EXERCISE AIM -> Up to and including the line containing "#: Default parameters", please reproduce the lines of the listing below, starting from the top.

RECORDS FOR THIS TASK ->
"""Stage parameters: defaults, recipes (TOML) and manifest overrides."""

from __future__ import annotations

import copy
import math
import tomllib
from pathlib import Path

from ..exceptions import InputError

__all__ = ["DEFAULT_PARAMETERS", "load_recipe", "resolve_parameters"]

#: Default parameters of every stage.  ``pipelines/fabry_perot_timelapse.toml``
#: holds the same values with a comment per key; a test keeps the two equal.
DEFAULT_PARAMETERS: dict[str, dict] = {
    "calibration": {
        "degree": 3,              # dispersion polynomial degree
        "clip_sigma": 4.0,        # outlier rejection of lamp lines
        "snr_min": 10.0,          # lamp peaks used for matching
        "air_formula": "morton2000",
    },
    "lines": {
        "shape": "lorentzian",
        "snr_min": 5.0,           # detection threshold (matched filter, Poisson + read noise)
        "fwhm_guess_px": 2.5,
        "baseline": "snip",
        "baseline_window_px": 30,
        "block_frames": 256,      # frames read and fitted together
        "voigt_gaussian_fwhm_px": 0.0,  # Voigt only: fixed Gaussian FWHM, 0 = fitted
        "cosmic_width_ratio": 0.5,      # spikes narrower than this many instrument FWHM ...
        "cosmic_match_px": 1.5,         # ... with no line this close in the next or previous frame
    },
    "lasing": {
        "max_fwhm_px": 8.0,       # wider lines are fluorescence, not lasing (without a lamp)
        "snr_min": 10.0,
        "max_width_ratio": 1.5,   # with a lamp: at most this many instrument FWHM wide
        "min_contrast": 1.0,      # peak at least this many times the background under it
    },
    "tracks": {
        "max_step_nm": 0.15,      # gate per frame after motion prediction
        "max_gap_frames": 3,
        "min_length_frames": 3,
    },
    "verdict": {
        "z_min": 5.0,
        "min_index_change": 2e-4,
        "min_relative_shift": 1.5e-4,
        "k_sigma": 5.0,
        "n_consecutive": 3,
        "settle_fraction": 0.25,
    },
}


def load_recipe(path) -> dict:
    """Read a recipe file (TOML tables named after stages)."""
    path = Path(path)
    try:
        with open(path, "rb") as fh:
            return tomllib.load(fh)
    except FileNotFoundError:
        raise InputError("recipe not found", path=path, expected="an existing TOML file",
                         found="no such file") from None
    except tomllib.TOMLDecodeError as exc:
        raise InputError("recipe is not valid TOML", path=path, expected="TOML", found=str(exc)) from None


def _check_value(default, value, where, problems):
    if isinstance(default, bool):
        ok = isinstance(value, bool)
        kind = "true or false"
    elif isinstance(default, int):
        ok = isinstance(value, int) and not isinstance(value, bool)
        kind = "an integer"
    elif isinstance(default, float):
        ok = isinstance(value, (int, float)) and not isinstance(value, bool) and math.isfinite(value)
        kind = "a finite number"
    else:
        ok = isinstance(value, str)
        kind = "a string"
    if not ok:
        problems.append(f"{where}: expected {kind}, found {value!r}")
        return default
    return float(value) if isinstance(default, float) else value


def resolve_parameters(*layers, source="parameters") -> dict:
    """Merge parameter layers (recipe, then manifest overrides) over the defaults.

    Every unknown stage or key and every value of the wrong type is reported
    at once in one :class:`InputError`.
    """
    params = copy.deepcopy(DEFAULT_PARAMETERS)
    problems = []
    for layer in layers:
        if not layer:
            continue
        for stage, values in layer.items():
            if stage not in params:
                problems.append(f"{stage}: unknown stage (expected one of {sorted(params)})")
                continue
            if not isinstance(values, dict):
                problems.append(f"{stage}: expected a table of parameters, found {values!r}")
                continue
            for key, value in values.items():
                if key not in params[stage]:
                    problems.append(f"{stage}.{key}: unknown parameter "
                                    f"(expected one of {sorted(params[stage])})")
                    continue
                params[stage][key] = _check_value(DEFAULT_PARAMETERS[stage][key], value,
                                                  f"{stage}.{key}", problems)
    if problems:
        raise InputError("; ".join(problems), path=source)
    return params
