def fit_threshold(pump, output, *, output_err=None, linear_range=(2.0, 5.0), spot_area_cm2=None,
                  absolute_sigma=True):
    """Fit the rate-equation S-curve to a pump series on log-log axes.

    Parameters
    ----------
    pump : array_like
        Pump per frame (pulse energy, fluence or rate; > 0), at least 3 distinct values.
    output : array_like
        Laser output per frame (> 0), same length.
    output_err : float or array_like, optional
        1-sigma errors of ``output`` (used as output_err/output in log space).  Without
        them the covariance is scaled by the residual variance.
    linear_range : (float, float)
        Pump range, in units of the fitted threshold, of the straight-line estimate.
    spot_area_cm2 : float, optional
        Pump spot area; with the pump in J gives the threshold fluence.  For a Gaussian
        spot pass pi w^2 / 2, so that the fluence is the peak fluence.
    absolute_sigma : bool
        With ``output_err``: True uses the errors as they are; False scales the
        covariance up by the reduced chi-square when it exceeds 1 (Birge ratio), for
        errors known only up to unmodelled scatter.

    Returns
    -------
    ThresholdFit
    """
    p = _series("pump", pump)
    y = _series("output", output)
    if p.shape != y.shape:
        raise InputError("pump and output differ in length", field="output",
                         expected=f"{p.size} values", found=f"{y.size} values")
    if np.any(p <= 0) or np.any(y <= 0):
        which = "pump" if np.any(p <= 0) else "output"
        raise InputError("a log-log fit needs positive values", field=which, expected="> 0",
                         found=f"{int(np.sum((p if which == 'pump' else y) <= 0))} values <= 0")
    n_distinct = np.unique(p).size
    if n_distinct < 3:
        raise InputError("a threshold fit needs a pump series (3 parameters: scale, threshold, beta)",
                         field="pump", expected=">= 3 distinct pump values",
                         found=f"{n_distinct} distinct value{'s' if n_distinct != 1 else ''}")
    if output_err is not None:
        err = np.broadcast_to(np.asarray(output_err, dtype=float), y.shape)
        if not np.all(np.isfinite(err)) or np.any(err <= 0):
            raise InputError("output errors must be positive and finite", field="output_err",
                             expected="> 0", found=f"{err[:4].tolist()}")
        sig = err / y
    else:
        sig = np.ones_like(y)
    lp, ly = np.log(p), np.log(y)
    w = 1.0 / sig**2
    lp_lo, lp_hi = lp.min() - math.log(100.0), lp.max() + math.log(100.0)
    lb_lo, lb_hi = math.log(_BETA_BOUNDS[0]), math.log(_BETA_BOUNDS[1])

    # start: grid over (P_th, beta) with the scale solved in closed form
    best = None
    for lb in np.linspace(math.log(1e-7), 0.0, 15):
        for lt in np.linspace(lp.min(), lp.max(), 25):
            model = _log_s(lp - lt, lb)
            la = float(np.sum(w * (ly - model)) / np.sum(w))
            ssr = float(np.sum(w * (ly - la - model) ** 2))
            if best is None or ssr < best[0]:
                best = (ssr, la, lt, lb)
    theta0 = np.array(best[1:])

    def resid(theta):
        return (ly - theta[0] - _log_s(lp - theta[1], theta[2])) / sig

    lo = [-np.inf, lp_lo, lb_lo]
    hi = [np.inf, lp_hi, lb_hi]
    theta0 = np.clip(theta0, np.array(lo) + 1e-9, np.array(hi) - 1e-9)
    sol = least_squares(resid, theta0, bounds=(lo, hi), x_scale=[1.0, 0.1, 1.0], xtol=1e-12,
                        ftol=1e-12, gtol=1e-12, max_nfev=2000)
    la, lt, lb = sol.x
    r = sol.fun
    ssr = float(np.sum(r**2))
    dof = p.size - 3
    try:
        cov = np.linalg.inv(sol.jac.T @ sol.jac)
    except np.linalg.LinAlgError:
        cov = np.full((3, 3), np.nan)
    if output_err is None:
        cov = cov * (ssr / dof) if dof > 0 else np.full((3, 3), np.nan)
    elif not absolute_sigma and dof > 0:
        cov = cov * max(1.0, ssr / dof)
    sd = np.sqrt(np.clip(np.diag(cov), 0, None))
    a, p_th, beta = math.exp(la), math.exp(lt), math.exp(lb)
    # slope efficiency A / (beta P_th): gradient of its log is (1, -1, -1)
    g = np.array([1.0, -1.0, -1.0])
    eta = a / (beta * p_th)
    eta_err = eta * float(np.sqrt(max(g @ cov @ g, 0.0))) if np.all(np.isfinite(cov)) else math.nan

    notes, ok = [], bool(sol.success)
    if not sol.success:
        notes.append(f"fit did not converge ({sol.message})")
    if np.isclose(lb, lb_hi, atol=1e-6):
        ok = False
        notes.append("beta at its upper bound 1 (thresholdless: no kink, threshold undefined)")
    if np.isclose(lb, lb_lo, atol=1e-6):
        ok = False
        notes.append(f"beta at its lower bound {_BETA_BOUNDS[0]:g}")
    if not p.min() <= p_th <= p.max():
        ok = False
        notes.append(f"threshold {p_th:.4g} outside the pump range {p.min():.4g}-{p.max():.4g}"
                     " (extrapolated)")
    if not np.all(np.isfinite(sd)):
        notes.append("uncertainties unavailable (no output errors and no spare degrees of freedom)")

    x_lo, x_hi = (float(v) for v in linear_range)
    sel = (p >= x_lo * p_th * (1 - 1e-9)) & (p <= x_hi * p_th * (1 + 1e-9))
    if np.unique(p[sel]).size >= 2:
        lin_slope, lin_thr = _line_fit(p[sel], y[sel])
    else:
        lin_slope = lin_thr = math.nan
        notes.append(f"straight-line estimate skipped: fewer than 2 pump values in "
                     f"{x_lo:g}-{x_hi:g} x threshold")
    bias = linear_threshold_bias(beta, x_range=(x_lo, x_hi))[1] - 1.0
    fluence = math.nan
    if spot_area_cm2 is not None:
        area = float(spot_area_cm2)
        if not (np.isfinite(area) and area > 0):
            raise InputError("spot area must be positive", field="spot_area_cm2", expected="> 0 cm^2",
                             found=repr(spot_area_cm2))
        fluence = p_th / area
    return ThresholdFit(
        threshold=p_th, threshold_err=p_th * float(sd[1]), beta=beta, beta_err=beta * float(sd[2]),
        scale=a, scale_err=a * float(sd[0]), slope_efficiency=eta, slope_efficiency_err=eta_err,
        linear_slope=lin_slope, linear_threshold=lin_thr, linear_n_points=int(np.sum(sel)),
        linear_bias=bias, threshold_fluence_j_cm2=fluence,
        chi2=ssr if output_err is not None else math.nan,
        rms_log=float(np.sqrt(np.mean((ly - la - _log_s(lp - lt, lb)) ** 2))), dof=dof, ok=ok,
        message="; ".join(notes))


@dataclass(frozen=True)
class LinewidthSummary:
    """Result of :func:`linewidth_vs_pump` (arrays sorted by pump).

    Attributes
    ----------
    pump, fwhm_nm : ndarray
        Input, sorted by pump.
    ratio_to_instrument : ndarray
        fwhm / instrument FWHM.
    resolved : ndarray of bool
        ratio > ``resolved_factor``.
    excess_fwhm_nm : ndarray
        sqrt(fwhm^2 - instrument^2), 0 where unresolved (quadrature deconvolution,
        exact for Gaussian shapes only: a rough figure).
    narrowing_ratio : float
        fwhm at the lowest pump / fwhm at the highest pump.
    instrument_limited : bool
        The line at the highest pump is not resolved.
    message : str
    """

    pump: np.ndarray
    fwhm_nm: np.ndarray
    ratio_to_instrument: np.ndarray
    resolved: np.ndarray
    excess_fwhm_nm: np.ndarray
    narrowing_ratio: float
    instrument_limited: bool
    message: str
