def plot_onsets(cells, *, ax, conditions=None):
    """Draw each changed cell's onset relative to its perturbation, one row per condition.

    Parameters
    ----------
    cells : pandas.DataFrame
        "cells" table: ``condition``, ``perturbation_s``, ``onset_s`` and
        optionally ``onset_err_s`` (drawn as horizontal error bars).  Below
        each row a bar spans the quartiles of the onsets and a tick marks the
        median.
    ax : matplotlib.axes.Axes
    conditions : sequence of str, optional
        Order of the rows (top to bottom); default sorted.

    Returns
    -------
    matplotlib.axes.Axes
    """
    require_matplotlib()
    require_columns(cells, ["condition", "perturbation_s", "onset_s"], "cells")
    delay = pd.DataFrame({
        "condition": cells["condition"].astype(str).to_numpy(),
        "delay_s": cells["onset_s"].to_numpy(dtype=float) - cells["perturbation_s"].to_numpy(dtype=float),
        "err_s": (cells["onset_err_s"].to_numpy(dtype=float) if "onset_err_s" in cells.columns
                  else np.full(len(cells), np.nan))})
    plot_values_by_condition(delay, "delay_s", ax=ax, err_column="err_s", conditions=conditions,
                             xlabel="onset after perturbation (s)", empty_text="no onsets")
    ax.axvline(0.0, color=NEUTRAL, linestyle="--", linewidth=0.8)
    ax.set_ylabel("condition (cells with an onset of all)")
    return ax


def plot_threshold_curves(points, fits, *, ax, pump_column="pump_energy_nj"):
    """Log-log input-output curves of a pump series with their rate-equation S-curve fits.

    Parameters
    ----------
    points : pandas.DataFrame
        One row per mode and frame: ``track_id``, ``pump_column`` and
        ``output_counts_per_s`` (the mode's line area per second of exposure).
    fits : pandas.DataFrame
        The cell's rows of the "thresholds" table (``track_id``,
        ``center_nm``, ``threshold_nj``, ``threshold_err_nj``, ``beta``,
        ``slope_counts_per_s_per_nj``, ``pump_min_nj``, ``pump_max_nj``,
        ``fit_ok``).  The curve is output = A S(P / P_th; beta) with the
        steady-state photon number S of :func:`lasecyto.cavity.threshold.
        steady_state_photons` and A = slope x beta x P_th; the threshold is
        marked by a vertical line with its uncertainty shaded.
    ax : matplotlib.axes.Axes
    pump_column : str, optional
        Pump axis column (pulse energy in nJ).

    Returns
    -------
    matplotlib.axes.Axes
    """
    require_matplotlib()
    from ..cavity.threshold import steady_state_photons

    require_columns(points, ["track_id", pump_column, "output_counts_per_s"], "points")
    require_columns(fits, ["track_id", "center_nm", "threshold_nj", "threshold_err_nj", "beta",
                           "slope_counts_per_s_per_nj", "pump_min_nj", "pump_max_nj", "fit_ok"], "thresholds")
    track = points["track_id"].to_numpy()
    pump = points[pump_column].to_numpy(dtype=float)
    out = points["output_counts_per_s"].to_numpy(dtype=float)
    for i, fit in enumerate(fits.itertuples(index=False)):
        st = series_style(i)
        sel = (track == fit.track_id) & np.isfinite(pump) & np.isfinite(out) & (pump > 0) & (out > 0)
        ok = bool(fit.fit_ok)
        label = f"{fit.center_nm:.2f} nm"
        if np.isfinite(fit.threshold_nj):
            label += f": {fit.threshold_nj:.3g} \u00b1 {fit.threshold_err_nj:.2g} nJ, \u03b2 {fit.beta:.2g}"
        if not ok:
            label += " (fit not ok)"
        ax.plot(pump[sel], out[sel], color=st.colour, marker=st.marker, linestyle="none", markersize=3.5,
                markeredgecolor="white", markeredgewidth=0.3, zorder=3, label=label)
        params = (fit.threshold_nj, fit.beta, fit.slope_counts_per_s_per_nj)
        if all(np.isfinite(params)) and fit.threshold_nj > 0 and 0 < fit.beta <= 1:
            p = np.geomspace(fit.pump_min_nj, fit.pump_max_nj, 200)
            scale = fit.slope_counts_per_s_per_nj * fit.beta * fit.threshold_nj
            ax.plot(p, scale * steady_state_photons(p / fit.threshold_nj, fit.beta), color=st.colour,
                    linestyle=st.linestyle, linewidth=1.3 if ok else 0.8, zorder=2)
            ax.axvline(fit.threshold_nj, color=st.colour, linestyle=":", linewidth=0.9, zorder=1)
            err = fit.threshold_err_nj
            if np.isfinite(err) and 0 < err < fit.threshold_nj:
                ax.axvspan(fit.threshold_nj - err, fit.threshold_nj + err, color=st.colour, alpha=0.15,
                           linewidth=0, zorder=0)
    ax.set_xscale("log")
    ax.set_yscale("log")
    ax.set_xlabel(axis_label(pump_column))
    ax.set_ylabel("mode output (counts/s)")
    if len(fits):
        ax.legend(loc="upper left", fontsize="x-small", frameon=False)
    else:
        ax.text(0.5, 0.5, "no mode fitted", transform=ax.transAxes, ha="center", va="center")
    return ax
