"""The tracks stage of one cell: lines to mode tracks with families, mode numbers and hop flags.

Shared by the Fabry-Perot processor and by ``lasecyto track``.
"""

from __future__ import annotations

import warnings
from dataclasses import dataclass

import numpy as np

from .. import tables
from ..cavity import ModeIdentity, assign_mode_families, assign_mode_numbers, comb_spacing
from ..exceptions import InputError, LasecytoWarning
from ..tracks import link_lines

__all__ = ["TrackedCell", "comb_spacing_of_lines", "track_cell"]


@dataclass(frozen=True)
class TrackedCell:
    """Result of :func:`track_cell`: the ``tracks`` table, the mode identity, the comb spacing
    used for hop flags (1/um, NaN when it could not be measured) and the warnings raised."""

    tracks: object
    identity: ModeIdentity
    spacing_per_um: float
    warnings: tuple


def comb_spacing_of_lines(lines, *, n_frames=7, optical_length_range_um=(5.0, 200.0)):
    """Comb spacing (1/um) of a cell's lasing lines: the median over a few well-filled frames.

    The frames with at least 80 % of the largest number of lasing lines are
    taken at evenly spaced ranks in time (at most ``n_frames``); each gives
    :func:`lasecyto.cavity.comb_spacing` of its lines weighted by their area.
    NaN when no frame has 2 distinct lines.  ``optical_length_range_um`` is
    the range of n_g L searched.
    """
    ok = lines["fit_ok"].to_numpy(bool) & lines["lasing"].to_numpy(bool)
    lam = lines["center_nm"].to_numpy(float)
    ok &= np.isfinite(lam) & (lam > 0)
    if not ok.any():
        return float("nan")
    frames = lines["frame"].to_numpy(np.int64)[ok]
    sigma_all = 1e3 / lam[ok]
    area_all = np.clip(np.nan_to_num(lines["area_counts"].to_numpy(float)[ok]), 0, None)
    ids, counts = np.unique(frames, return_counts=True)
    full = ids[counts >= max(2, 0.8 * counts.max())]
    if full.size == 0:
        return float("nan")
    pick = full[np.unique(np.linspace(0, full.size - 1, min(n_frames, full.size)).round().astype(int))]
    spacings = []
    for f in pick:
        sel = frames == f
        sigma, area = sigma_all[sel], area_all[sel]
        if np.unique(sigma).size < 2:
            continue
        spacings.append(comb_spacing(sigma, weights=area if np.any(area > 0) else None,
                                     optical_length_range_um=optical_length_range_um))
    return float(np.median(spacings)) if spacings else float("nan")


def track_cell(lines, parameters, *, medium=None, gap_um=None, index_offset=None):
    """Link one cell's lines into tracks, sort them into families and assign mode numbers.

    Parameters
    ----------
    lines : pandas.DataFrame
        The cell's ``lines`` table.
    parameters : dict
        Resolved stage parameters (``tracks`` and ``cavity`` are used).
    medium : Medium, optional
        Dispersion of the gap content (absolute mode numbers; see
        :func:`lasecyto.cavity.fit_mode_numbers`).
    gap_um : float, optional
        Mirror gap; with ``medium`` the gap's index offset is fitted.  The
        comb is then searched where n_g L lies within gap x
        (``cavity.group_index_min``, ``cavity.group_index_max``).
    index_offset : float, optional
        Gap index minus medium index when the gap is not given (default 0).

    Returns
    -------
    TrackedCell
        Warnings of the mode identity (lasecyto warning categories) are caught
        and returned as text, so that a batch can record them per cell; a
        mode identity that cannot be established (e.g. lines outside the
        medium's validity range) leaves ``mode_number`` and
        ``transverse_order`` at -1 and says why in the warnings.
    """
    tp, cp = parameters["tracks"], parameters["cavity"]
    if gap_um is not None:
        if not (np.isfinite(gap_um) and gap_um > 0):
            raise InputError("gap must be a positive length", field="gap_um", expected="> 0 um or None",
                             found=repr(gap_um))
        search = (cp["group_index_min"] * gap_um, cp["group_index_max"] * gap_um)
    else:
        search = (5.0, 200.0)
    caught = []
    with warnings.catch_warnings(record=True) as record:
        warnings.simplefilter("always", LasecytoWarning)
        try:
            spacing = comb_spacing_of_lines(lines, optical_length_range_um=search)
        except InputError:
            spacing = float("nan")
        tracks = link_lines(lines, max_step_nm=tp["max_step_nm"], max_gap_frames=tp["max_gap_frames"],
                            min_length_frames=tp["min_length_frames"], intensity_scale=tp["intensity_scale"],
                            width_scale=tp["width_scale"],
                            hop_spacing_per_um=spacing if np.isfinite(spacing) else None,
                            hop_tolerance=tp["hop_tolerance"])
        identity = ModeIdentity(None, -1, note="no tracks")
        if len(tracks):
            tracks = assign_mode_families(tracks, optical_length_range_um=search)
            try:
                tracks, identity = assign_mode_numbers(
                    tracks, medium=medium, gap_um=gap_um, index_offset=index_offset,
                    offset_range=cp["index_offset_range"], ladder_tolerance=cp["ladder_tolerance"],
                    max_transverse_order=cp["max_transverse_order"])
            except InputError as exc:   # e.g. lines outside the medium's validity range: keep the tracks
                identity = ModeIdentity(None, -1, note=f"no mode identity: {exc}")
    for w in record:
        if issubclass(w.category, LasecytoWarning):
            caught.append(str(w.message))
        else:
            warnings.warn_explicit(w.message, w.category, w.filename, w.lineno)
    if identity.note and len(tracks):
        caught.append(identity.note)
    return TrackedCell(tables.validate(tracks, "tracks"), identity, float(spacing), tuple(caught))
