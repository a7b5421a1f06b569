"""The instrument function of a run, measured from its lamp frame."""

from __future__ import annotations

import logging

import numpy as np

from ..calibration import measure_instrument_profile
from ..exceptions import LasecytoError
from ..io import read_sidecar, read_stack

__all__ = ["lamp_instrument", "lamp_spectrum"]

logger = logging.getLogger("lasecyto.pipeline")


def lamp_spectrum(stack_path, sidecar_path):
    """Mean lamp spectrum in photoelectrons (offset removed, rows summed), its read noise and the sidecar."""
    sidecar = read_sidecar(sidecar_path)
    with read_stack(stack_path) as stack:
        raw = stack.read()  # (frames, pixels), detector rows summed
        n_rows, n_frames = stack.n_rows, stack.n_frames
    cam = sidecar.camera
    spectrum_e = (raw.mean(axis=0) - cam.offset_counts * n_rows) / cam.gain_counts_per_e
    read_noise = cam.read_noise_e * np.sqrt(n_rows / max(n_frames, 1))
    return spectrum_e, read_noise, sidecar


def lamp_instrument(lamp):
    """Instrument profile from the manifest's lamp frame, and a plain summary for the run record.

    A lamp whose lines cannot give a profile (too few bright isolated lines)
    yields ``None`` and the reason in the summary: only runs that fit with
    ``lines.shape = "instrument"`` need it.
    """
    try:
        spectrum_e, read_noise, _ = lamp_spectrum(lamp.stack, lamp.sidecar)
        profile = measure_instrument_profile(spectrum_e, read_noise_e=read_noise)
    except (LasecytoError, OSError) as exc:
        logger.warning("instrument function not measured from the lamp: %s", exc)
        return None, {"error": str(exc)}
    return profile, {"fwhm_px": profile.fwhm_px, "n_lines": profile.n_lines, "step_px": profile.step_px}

COMPLETED EXERCISE ->
"""Stage parameters: defaults, recipes (TOML) and manifest overrides."""

from __future__ import annotations

import copy
import math
import tomllib
from pathlib import Path

from ..exceptions import InputError

__all__ = ["DEFAULT_PARAMETERS", "load_recipe", "resolve_parameters"]

#: Default parameters of every stage.  ``pipelines/fabry_perot_timelapse.toml``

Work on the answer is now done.